_Problem to solve_
Only lines with the word "public" are wanted; copy each of them from the listing below.

_Extracted material_
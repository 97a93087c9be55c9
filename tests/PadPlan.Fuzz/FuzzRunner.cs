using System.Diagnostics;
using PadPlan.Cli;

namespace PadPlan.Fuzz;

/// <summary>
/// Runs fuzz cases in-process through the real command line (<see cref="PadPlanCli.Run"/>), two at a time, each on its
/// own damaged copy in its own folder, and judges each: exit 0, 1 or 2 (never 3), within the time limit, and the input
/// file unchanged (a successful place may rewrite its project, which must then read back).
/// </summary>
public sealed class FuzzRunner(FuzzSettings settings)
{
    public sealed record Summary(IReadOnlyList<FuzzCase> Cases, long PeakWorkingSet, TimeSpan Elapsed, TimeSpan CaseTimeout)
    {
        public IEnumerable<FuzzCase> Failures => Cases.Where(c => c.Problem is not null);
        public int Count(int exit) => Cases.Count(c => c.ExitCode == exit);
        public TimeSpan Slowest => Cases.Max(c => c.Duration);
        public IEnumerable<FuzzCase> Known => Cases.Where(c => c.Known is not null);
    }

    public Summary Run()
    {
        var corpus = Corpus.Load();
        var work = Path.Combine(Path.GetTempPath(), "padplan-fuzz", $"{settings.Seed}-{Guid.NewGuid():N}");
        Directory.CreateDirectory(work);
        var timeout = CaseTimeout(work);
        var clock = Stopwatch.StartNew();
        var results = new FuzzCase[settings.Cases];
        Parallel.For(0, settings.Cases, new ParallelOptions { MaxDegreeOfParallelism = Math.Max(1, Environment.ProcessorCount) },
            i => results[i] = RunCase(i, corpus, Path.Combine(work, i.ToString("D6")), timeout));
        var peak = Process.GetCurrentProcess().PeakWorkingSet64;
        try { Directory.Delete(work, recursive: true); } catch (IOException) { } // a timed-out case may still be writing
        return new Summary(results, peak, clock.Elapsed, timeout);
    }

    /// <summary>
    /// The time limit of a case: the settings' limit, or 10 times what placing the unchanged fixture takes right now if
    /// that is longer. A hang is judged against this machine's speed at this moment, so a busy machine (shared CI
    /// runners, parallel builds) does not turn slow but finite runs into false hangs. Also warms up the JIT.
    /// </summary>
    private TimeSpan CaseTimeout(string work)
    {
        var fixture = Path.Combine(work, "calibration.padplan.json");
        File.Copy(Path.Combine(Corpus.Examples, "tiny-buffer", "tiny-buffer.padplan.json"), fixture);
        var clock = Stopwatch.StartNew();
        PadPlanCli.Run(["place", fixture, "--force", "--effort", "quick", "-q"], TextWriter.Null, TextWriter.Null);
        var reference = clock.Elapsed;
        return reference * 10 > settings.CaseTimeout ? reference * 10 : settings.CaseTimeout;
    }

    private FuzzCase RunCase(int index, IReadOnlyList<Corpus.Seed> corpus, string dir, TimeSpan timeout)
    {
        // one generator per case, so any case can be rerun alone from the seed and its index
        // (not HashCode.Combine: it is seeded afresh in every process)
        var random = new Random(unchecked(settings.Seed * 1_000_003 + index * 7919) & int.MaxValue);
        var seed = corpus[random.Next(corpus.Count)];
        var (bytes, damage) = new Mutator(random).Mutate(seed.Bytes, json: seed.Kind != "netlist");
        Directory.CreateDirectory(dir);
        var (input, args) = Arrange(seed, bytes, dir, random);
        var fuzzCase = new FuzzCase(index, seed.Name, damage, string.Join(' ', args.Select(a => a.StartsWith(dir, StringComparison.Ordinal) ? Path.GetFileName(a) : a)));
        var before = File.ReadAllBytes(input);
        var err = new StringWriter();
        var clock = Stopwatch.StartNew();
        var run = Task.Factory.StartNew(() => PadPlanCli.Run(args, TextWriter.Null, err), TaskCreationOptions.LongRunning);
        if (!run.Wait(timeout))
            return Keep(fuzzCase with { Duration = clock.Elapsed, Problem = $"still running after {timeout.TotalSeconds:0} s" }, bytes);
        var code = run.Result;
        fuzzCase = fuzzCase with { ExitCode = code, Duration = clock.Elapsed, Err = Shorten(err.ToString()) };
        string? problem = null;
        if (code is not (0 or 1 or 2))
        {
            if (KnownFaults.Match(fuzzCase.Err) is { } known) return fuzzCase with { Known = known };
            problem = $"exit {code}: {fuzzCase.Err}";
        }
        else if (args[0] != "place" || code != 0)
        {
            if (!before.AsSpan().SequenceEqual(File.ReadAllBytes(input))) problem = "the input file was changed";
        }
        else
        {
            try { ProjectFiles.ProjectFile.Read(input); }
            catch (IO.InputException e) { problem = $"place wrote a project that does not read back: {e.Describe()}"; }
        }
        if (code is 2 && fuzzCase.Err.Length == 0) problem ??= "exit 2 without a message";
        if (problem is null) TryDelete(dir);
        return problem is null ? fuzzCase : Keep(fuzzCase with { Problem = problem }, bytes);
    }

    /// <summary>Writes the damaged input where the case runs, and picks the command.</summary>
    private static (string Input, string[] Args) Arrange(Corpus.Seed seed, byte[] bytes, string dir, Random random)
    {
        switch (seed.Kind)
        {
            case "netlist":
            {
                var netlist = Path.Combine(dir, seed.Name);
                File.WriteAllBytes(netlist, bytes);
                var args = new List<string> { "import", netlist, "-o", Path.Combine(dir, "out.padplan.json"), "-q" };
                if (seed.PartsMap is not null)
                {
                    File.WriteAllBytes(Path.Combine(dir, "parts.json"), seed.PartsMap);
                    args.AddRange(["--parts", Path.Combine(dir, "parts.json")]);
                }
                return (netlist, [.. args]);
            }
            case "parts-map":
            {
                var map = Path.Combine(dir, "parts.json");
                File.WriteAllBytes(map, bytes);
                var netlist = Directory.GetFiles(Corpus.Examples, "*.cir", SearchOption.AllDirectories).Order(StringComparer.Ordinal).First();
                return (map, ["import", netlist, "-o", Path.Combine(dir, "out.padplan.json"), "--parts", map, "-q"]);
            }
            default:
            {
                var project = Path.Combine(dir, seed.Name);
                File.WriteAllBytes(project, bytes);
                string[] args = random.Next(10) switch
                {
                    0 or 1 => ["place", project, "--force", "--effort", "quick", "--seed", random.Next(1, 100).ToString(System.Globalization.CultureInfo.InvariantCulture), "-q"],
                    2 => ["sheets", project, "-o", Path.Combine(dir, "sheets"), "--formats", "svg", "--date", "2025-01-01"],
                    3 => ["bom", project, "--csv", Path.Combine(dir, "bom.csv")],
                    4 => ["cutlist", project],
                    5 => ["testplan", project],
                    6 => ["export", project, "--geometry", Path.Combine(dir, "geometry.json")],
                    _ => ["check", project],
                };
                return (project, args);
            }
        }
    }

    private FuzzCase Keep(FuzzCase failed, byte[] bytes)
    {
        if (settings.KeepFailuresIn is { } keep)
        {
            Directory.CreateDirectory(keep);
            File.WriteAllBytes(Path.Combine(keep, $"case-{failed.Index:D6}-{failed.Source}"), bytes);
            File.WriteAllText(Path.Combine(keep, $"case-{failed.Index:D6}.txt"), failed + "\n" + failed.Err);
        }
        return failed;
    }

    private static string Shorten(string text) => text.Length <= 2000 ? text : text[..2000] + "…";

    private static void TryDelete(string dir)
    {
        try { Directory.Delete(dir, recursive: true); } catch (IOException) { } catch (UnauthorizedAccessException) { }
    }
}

_Exercise answer_
public sealed class FuzzRunner(FuzzSettings settings)
    public sealed record Summary(IReadOnlyList<FuzzCase> Cases, long PeakWorkingSet, TimeSpan Elapsed, TimeSpan CaseTimeout)
        public IEnumerable<FuzzCase> Failures => Cases.Where(c => c.Problem is not null);
        public int Count(int exit) => Cases.Count(c => c.ExitCode == exit);
        public TimeSpan Slowest => Cases.Max(c => c.Duration);
        public IEnumerable<FuzzCase> Known => Cases.Where(c => c.Known is not null);
    public Summary Run()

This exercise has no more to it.